Saba Capital Management, the US activist hedge fund, is tightening its grip on the UK investment trust sector with a second FTSE 250 board now under its control.
The New York-based firm has been mounting a sustained campaign across several London-listed closed-end funds, pushing for board representation and strategic change.
The move marks a significant escalation in Saba’s long-running battle to reshape governance across parts of the UK investment trust landscape.
Saba, led by founder Boaz Weinstein, has argued that persistent discounts to net asset value across UK investment trusts represent an unacceptable failure of stewardship by incumbent boards.
The firm built large stakes in a number of FTSE 250 investment trusts, using its shareholder position to demand board seats and, in some cases, full board changes.
Securing control of a second FTSE 250 board demonstrates that Saba’s strategy of shareholder activism is yielding concrete results in the UK market.
The hedge fund is now understood to be eyeing board representation at a third FTSE 250 investment trust, extending a campaign that has rattled the wider investment trust industry.

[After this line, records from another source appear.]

// EXTERNAL MODULE: ./node_modules/yaml/dist/index.js
var dist = __webpack_require__(38815);
;// CONCATENATED MODULE: ./src/config/yaml-limits.ts
/** Largest config text accepted (characters); a real config is a few kilobytes. */
const MAX_CONFIG_CHARS = 1024 * 1024;
/** Deepest nesting of collections; a config needs five levels, so 32 leaves room without risk. */
const MAX_CONFIG_DEPTH = 32;
/** Longest single scalar (characters); globs and names are short. */
const MAX_SCALAR_CHARS = 16 * 1024;
/** Most alias uses (`*name`) in one file; the guard against "billion laughs" expansion. */
const MAX_ALIAS_COUNT = 100;
/** Most values after aliases are expanded. */
const MAX_CONFIG_VALUES = 10_000;
/**
 * Most entries (keys, list items, flow commas and brackets) in the text, counted before parsing
 * so that an oversized document costs a linear scan, not a parse; a large real config has a few
 * hundred.
 */
const MAX_CONFIG_ENTRIES = 5_000;
const DEEP = {
    message: `nesting is deeper than ${MAX_CONFIG_DEPTH} levels`,
    fix: 'a Bellgate config needs only a few levels (section, list, rule, globs); flatten the document',
};
/**
 * Checks the raw token tree before anything recursive runs over it: nesting depth and scalar
 * length. Walks with an explicit stack, so a 10,000-deep `[[[[...` cannot overflow the call stack.
 * Returns the first problem found, or undefined.
 * @example checkTokenLimits(tokens, counter) // undefined for an ordinary config
 */
function checkTokenLimits(tokens, counter) {
    const stack = tokens.map((t) => [t, 0]);
    while (stack.length > 0) {
        const [token, depth] = stack.pop();
        const at = counter.linePos(token.offset);
        switch (token.type) {
            case 'document':
                if (token.value)
                    stack.push([token.value, depth]);
                break;
            case 'block-map':
            case 'block-seq':
            case 'flow-collection': {
                if (depth + 1 > MAX_CONFIG_DEPTH) {
                    return { ...at, ...DEEP };
                }
                for (const item of token.items) {
                    if ('key' in item && item.key)
                        stack.push([item.key, depth + 1]);
                    if (item.value)
                        stack.push([item.value, depth + 1]);
                }
                break;
            }
            case 'scalar':
            case 'single-quoted-scalar':
            case 'double-quoted-scalar':
            case 'block-scalar':
                if (token.source.length > MAX_SCALAR_CHARS) {
                    return {
                        ...at,
                        message: `a value of ${token.source.length} characters is longer than the limit of ${MAX_SCALAR_CHARS}`,
                        fix: 'globs, names and numbers are short; remove the oversized value',
                    };
                }
                break;
            default:
                break;
        }
    }
    return undefined;
}
/**
 * A linear scan of the raw text, before the parser, for the shapes that make the YAML library
 * slow down faster than linearly: flow brackets nested past the limit (10,000 "[" take 0.6 s to
 * parse), compact block indicators at the start of a line ("- - - x"; 300,000 take 4 s), and
 * more than MAX_CONFIG_ENTRIES keys or items. Quotes and
 * comments are skipped; checkTokenLimits still checks the real tree after parsing.
 * Returns a problem at the first bracket, indicator or entry past a limit, or undefined.
 * @example prescanShape('[[[]]]') // undefined
 */
function prescanShape(text) {
    let depth = 0;
    let entries = 0;
    let line = 1;
    let lineStart = 0;
    for (let i = 0; i < text.length; i++) {
        const c = text[i];
        if (c === '\n') {
            line++;
            lineStart = i + 1;
            continue;
        }
        if (i === lineStart) {
            let j = i;
            let indicators = 0;
            while (j < text.length && (text[j] === ' ' || text[j] === '\t'))
                j++;
            while ('-?:'.includes(text[j] ?? 'x') && (text[j + 1] === ' ' || text[j + 1] === '\t')) {
                if (++indicators > MAX_CONFIG_DEPTH)
                    return { line, col: j - lineStart + 1, ...DEEP };
                j += 2;
                while (text[j] === ' ' || text[j] === '\t')
                    j++;
            }
        }
        const prev = i === 0 ? ' ' : text[i - 1];
        const tokenStart = ' \t\n[{,:-?'.includes(prev);
        if (c === '#' && (prev === ' ' || prev === '\t' || i === lineStart)) {
            while (i + 1 < text.length && text[i + 1] !== '\n')
                i++;
        }
        else if ((c === '"' || c === "'") && tokenStart) {
            // Skip the quoted scalar, counting its line breaks.
            for (i++; i < text.length; i++) {
                if (c === '"' && text[i] === '\\')
                    i++;
                else if (text[i] === c)
                    break;
                else if (text[i] === '\n') {
                    line++;
                    lineStart = i + 1;
                }
            }
        }
        else if ((c === ':' && (' \t\r\n'.includes(text[i + 1] ?? ' ') || (depth > 0 && ',]}'.includes(text[i + 1])))) ||
            (c === '-' && tokenStart && ' \t\r\n'.includes(text[i + 1] ?? ' ')) ||
            (c === ',' && depth > 0) ||
            c === '[' ||
            c === '{') {
            if (++entries > MAX_CONFIG_ENTRIES) {
                return {
                    line,
                    col: i - lineStart + 1,
                    message: `the config has more than ${MAX_CONFIG_ENTRIES} entries`,
                    fix: 'a Bellgate config needs a few hundred keys and list items; use globs to cover many metrics with one rule',
                };
            }
        }
        if (c === '[' || c === '{') {
            if (++depth > MAX_CONFIG_DEPTH)
                return { line, col: i - lineStart + 1, ...DEEP };
        }
        else if ((c === ']' || c === '}') && depth > 0) {
            depth--;
        }
    }
    return undefined;
}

UK investment trusts have historically maintained independent boards to protect shareholder interests, making Saba’s push for control particularly contentious among industry observers.
Critics of the campaign have warned that replacing experienced independent directors with Saba-aligned nominees could prioritise the hedge fund’s short-term exit strategy over long-term shareholder value.
Supporters of the activist approach counter that chronic discounts to net asset value justify urgent and decisive intervention from major shareholders willing to force change.
The developments signal a broader shift in how US activist investors view the UK investment trust sector, which manages hundreds of billions of pounds in assets on behalf of retail and institutional investors.
Saba’s continued advance through FTSE 250 boardrooms is expected to prompt renewed debate about governance standards and shareholder rights across the London-listed closed-end fund universe.